►

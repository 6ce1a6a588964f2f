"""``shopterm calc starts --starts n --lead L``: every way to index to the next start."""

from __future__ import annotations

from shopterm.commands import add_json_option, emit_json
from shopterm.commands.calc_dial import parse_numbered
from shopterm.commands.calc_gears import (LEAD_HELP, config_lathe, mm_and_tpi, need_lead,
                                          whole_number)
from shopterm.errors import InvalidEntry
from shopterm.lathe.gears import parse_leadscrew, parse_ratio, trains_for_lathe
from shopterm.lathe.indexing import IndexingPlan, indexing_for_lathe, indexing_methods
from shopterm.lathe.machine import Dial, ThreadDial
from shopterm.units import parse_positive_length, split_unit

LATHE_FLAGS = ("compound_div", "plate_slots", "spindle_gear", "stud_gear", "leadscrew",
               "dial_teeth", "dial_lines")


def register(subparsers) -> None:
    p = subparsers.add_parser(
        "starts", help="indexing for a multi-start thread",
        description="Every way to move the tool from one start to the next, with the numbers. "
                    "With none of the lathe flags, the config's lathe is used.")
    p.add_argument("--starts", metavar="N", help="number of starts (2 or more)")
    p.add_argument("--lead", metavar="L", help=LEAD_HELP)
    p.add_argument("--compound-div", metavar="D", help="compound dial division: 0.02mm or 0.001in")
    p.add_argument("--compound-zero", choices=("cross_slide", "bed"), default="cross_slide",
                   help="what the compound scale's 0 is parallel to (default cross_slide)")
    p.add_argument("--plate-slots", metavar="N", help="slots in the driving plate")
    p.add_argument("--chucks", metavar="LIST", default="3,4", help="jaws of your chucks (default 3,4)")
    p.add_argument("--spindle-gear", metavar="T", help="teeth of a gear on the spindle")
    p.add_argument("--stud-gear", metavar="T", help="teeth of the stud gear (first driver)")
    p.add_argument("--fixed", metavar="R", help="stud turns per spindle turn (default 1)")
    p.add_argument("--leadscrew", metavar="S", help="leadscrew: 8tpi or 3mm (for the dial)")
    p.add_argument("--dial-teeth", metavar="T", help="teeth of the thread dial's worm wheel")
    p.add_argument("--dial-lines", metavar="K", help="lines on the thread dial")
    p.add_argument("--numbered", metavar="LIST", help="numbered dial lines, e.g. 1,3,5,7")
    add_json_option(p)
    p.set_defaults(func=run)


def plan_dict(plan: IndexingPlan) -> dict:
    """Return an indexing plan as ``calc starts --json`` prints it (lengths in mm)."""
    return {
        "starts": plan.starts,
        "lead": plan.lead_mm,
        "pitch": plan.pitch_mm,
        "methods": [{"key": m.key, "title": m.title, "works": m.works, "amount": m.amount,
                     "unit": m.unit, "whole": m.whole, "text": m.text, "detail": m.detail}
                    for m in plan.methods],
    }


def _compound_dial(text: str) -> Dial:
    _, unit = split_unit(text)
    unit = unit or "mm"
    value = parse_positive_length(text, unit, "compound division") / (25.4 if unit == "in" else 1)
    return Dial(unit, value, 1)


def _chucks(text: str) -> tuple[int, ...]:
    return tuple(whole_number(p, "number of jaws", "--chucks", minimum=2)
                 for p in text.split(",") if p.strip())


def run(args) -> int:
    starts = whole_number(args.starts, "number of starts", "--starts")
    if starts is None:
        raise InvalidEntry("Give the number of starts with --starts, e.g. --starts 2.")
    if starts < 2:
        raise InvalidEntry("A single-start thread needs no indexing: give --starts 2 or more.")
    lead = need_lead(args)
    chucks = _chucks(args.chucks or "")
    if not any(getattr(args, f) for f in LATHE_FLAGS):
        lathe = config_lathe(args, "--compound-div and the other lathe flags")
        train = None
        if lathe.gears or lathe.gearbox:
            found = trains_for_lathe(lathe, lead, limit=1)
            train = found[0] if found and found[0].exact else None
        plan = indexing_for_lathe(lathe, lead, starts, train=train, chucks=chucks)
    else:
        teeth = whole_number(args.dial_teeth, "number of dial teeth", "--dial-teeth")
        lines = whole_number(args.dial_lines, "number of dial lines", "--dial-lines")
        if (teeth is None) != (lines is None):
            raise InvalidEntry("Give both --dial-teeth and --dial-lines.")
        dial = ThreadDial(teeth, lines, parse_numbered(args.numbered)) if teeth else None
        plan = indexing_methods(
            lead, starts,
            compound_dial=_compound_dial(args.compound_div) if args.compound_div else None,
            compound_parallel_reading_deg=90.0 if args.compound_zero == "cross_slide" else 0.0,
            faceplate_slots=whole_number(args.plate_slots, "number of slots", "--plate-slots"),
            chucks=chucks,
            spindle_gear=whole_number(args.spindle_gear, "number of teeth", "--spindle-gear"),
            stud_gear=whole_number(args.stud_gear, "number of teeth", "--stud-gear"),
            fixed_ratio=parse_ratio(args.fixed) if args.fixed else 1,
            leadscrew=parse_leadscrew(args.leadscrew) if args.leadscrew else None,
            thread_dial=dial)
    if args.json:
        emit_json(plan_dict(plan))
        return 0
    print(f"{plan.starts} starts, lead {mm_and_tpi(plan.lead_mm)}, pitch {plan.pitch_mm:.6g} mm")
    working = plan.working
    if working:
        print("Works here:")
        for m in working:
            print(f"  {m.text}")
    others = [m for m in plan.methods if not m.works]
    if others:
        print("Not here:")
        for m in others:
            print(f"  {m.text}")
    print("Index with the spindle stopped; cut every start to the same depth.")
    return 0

◄
►

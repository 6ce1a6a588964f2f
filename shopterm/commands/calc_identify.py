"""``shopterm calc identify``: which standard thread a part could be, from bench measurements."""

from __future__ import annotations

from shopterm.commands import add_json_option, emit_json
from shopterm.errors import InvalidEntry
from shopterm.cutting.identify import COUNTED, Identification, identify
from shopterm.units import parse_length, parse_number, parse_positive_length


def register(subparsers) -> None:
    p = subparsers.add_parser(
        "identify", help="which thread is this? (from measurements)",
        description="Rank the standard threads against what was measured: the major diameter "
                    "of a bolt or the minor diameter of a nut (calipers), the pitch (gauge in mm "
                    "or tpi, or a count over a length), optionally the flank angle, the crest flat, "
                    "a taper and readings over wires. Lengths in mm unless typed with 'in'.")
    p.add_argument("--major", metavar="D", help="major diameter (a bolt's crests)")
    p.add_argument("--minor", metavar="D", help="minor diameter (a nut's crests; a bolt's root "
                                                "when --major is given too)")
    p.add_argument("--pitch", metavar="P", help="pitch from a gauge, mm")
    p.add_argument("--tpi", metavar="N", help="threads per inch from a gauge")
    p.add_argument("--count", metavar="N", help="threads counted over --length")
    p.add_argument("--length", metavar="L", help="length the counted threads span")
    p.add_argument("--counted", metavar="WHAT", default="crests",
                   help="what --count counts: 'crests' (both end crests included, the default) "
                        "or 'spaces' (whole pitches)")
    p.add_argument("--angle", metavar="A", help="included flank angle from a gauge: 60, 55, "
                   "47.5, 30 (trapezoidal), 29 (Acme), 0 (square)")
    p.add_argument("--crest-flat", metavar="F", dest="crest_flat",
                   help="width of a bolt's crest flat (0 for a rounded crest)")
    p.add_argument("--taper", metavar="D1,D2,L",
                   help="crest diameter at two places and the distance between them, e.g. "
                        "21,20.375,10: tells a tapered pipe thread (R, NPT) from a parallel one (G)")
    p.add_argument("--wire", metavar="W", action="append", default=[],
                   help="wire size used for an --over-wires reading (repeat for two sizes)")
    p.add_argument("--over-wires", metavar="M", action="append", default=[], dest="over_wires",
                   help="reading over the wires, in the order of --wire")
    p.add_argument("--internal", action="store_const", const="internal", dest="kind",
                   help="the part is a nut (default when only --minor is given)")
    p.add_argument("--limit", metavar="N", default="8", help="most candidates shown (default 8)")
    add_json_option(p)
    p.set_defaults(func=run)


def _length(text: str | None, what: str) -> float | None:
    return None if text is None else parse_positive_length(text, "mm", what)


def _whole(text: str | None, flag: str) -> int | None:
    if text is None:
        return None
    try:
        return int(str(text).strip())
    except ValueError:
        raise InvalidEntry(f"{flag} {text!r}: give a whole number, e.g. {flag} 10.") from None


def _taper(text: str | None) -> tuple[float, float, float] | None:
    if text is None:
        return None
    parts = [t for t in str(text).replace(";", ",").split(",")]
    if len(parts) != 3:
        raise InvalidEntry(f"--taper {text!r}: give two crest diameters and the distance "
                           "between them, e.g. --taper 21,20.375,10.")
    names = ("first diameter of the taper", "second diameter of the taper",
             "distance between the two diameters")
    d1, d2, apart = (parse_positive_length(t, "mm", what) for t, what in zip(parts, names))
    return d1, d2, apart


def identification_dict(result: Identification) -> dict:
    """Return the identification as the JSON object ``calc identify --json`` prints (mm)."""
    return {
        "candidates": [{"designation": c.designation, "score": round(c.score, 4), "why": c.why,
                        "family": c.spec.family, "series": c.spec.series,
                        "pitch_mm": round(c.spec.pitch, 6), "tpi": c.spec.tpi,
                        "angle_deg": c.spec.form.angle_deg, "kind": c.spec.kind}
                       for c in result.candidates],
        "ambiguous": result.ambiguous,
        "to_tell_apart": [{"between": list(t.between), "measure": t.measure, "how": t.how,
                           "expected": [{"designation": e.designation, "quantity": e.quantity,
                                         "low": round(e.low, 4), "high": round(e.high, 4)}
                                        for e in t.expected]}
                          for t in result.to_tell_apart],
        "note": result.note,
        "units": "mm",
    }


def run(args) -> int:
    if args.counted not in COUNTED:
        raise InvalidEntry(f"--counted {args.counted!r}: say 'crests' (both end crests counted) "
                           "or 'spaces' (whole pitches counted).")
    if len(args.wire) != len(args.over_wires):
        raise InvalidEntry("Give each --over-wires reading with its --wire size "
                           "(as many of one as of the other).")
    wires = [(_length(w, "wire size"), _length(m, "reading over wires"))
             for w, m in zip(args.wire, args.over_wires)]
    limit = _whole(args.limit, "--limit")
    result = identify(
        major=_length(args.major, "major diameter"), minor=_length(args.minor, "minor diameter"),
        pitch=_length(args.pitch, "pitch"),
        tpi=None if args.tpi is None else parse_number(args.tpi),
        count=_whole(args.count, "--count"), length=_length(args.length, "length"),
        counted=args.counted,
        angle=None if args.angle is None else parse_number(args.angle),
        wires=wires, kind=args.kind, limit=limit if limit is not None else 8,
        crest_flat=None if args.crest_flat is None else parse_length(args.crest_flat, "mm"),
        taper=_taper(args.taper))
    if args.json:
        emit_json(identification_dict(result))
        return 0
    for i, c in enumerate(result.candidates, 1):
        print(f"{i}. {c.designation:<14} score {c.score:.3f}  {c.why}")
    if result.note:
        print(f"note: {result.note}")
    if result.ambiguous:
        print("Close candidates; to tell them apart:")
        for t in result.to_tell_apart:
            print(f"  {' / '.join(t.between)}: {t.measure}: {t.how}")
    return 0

◄
►

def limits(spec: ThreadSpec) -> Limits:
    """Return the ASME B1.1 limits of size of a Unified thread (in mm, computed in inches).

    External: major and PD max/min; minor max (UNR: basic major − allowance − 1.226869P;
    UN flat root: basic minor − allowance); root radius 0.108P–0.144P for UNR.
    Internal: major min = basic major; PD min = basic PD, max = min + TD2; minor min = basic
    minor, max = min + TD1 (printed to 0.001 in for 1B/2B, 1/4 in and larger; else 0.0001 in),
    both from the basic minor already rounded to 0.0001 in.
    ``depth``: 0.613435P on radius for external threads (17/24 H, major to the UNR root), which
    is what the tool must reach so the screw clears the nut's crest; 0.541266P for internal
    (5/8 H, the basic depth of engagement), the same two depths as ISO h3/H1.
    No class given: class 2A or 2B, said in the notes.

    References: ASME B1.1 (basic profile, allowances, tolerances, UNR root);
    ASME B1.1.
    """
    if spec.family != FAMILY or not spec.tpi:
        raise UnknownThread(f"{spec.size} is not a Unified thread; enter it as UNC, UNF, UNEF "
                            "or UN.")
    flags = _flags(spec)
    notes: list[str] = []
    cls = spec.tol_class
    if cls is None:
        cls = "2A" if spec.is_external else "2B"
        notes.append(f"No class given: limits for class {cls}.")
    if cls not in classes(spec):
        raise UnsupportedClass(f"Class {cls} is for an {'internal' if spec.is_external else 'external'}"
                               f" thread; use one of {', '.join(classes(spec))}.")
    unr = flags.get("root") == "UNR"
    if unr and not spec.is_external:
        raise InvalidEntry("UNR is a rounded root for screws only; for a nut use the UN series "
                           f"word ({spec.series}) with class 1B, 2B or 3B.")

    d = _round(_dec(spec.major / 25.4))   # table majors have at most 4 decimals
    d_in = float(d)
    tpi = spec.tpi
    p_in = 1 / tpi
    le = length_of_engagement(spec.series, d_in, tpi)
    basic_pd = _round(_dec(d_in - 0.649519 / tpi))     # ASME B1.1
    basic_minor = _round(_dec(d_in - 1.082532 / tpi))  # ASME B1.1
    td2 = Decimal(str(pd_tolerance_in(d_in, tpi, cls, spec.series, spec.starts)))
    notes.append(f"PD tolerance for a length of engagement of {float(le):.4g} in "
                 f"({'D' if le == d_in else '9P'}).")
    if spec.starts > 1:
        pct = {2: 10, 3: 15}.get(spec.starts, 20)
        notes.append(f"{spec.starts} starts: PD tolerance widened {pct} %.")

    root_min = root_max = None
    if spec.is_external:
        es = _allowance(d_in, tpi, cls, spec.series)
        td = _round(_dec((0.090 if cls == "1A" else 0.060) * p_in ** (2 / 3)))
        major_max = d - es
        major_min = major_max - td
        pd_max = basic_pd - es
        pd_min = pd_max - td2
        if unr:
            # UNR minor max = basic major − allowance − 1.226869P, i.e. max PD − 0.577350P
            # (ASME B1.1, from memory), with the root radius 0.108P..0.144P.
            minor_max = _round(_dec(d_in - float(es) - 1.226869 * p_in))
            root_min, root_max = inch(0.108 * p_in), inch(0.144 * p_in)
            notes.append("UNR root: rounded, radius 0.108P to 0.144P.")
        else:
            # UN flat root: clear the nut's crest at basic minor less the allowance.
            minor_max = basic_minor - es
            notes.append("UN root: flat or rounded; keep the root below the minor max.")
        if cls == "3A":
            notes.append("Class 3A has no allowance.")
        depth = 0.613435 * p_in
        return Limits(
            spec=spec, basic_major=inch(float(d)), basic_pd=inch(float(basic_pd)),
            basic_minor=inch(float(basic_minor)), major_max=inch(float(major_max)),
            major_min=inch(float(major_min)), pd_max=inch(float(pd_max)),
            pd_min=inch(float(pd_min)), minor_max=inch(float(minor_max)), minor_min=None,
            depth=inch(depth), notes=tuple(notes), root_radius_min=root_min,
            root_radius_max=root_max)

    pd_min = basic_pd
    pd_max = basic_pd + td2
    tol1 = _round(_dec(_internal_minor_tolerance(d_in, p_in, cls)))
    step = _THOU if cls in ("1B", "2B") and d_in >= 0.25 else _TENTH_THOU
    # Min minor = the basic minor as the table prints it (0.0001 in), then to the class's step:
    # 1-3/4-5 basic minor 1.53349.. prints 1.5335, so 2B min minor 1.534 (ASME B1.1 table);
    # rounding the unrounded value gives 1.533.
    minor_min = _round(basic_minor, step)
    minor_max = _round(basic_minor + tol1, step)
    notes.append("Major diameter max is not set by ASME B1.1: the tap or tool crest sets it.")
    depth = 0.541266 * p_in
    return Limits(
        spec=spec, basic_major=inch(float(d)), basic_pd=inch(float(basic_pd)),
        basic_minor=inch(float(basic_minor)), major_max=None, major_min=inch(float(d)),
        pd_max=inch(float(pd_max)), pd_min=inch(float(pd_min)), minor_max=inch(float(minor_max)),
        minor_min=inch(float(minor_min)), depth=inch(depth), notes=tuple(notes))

◄

WORK INSTRUCTIONS:
Bring together every line in the entries that holds the string "names".

SOLUTION TO THE PROBLEM:
    names = ("first diameter of the taper", "second diameter of the taper",
    d1, d2, apart = (parse_positive_length(t, "mm", what) for t, what in zip(parts, names))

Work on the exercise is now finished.